Shi Niaoren nodded slowly.
"Gauze and absorbent cotton are the same story. Normally, they must be degreased first—which requires caustic soda. But caustic soda is in desperately short supply. Our available disinfectants are inadequate. The products we're able to produce are barely acceptable. It's fortunate we haven't faced many major trauma cases." She paused. "For now, beyond strain cultivation and proprietary Chinese medicines, the Pharmaceutical Factory can't produce anything truly effective."
"Take comfort—these problems will be solved soon. The chemical plants in Bopu will begin producing any day now. I'll speak with the Planning Committee to ensure the Pharmaceutical Factory receives priority allocation." Shi Niaoren did his best to raise her spirits.
"That would be a relief. With the Three Acids and Two Alkalis available, we'll be able to manufacture a great deal more." She rose and retrieved a sheet of paper from her desk drawer. "Here's a list of coordinated needs and urgent material requirements."
Shi Niaoren examined it. The inventory was extensive: specialized knitting machines for gauze production; complete tailoring equipment and skilled workers for making masks; various large vessels—clay pots, iron pots. The glass factory's order list was the longest by far, encompassing vessels, piping, and alcohol blast burners.
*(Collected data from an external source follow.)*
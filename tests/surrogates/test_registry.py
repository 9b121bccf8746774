"""Learner registry: entry points, module:Class paths, one-line errors, and the ``learners`` command."""

from __future__ import annotations

import json
import textwrap
from types import SimpleNamespace

import pytest

from suite.cli import main
from surrogates import registry
from surrogates.dmd import HankelDMD
from surrogates.registry import (
    LearnerLoadError,
    UnknownLearnerError,
    available_learners,
    learner_class,
    learner_info,
    list_learners,
    make_learner,
)

BUILT_IN = ("persistence", "spline", "dmd", "analog")


def _fake_entry_points(*items):
    """``entry_points(group=...)`` returning (name, value, distribution) triples."""
    eps = [SimpleNamespace(name=n, value=v, dist=SimpleNamespace(name=d)) for n, v, d in items]
    return lambda group: [ep for ep in eps if group == registry.GROUP]


def test_built_ins_are_registered_through_entry_points():
    names = available_learners()
    for name in BUILT_IN:
        assert name in names
        assert learner_info(name)["source"] == "built-in"
    assert learner_class("dmd") is HankelDMD


def test_unknown_name_suggests_the_closest_in_one_line():
    with pytest.raises(UnknownLearnerError, match=r"unknown learner 'dmdd'; did you mean dmd\?") as err:
        learner_class("dmdd")
    assert "\n" not in str(err.value)
    assert isinstance(err.value, ValueError)


def test_module_class_paths(tmp_path, monkeypatch):
    assert learner_class("surrogates.dmd:HankelDMD") is HankelDMD
    with pytest.raises(LearnerLoadError, match="has no attribute 'Nope'"):
        learner_class("surrogates.dmd:Nope")
    with pytest.raises(LearnerLoadError, match="not a subclass of surrogates.Learner"):
        learner_class("numpy:ndarray")
    with pytest.raises(LearnerLoadError, match="cannot import module 'no_such_module_xyz'"):
        learner_class("no_such_module_xyz:Thing")
    (tmp_path / "raising_learner_mod.py").write_text("raise RuntimeError('boom at import')\n")
    monkeypatch.syspath_prepend(str(tmp_path))
    with pytest.raises(LearnerLoadError, match="RuntimeError: boom at import") as err:
        learner_class("raising_learner_mod:X")
    assert "\n" not in str(err.value)


def test_make_learner_rejects_unknown_hyperparameter():
    assert make_learner("dmd", delays=3).delays == 3
    with pytest.raises(ValueError, match=r"no hyper-parameter 'delay'.*valid: delays, rank, svd_rtol"):
        make_learner("dmd", delay=3)


def test_learner_info_fields():
    info = learner_info("analog")
    for key in ("name", "tasks", "physics", "source", "reference", "capabilities", "params"):
        assert key in info
    assert info["tasks"] == ["forecast", "climate"] and info["physics"] == ["none"]
    assert info["params"] == {"delays": 3, "n_neighbors": 4}
    assert "Lorenz" in info["reference"] and info["capabilities"]["needs_regular_sampling"] is True


def test_broken_module_is_listed_with_error_not_crashing(monkeypatch):
    monkeypatch.setattr(registry, "entry_points", _fake_entry_points(
        ("dmd", "surrogates.dmd:HankelDMD", "lyapbench"),
        ("broken", "no_such_module_xyz:Broken", "some-plugin")))
    rows = {r["name"]: r for r in list_learners()}
    assert "error" not in rows["dmd"] and rows["dmd"]["source"] == "built-in"
    assert rows["broken"]["source"] == "some-plugin"
    assert "cannot import module 'no_such_module_xyz'" in rows["broken"]["error"]
    with pytest.raises(LearnerLoadError, match="learner 'broken'"):
        learner_class("broken")


def test_cli_learners_json_and_table(capsys):
    assert main(["learners", "--json"]) == 0
    rows = json.loads(capsys.readouterr().out)
    by_name = {r["name"]: r for r in rows}
    for name in BUILT_IN:
        r = by_name[name]
        assert r["source"] == "built-in" and r["tasks"] and r["physics"] and r["reference"]
    assert main(["learners"]) == 0
    out = capsys.readouterr().out
    assert out.splitlines()[0].split()[:4] == ["name", "tasks", "physics", "source"]
    assert any(line.startswith("spline ") and "reconstruct" in line for line in out.splitlines())


def test_cli_check_learner_unknown_is_exit_2(capsys):
    assert main(["check-learner", "splin"]) == 2
    err = capsys.readouterr().err
    assert err.count("\n") == 1 and "did you mean spline" in err


def test_cli_check_learner_exit_codes(tmp_path, monkeypatch, capsys):
    mod = tmp_path / "kit_cli_learners.py"
    mod.write_text(textwrap.dedent("""
        import numpy as np
        from surrogates import Capabilities, Learner

        class Good(Learner):
            capabilities = Capabilities(tasks={"forecast"}, min_samples=1)
            def __init__(self):
                pass
            def _fit(self, data, physics, budget, seed):
                self.dt_ = 1.0
            def _rollout(self, y0, t, history):
                return np.repeat(y0[:, None, :], t.size, axis=1)

        class DriftsAtStart(Good):
            def _rollout(self, y0, t, history):
                return np.repeat(y0[:, None, :], t.size, axis=1) + 1.0
    """))
    monkeypatch.syspath_prepend(str(tmp_path))
    assert main(["check-learner", "kit_cli_learners:Good"]) == 0
    out = capsys.readouterr().out
    assert "PASS fit_returns_self" in out and "FAIL" not in out
    assert main(["check-learner", "kit_cli_learners:DriftsAtStart"]) == 1
    out = capsys.readouterr().out
    assert "FAIL rollout_starts_at_y0: rollout[:, 0] differs from y0" in out
    assert main(["check-learner", "kit_cli_learners:DriftsAtStart", "--json"]) == 1
    rows = json.loads(capsys.readouterr().out)
    assert {r["check"]: r["passed"] for r in rows}["rollout_starts_at_y0"] is False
"Also, small injection vials," Zhao Yanmei added. "Those are difficult to produce. The glass factory may not consider them worthwhile; the Planning Committee will need to issue direct research and development orders."
"You're preparing to manufacture injections? Oxytetracycline injections?"
"Traditional Chinese medicine injections, for the time being. We're looking at honeysuckle, isatis root, and Shuanghuanglian preparations, along with cardiac stimulants. Atropine extraction should be feasible."
"That—" Shi Niaoren remembered all too well the fatalities caused by TCM injections in his own time. "Is it safe?"
"Not entirely. TCM extracts contain complex mixtures of components, and the underlying pharmacological mechanisms aren't fully understood. However, preparations like honeysuckle, isatis root, and Shuanghuanglian have decades of clinical use. The mortality rate remains acceptable—they're not considered particularly dangerous. As for Atropine, it's inherently hazardous, but it's also a critical emergency medication. The potential benefits justify the attempt."
"Understood." Shi Niaoren recognized this was simply the reality of their situation.
"I have one more request." Zhao Yanmei hesitated. "All glass containers used by the hospital—injection bottles, infusion bottles, medicine vials—please save them and transfer them here. We can recycle them."
These items were already being preserved. Regulations required that no modern materials be discarded; everything was stockpiled against future need.
"We've been saving them. Washed and sterilized, too. They're currently under the Planning Committee's inventory. I'll arrange for their allocation to you."
"One more request—" Zhao Yanmei seemed to feel she was pushing her luck. "Could you possibly spare us an X-ray machine?"
Shi Niaoren stared. An X-ray machine! Those were Special Controlled Equipment. Because they involved radioactive sources, the transmigrators had exhausted considerable effort to acquire just three units. They were expected to last decades. What on earth would the Pharmaceutical Factory want with one?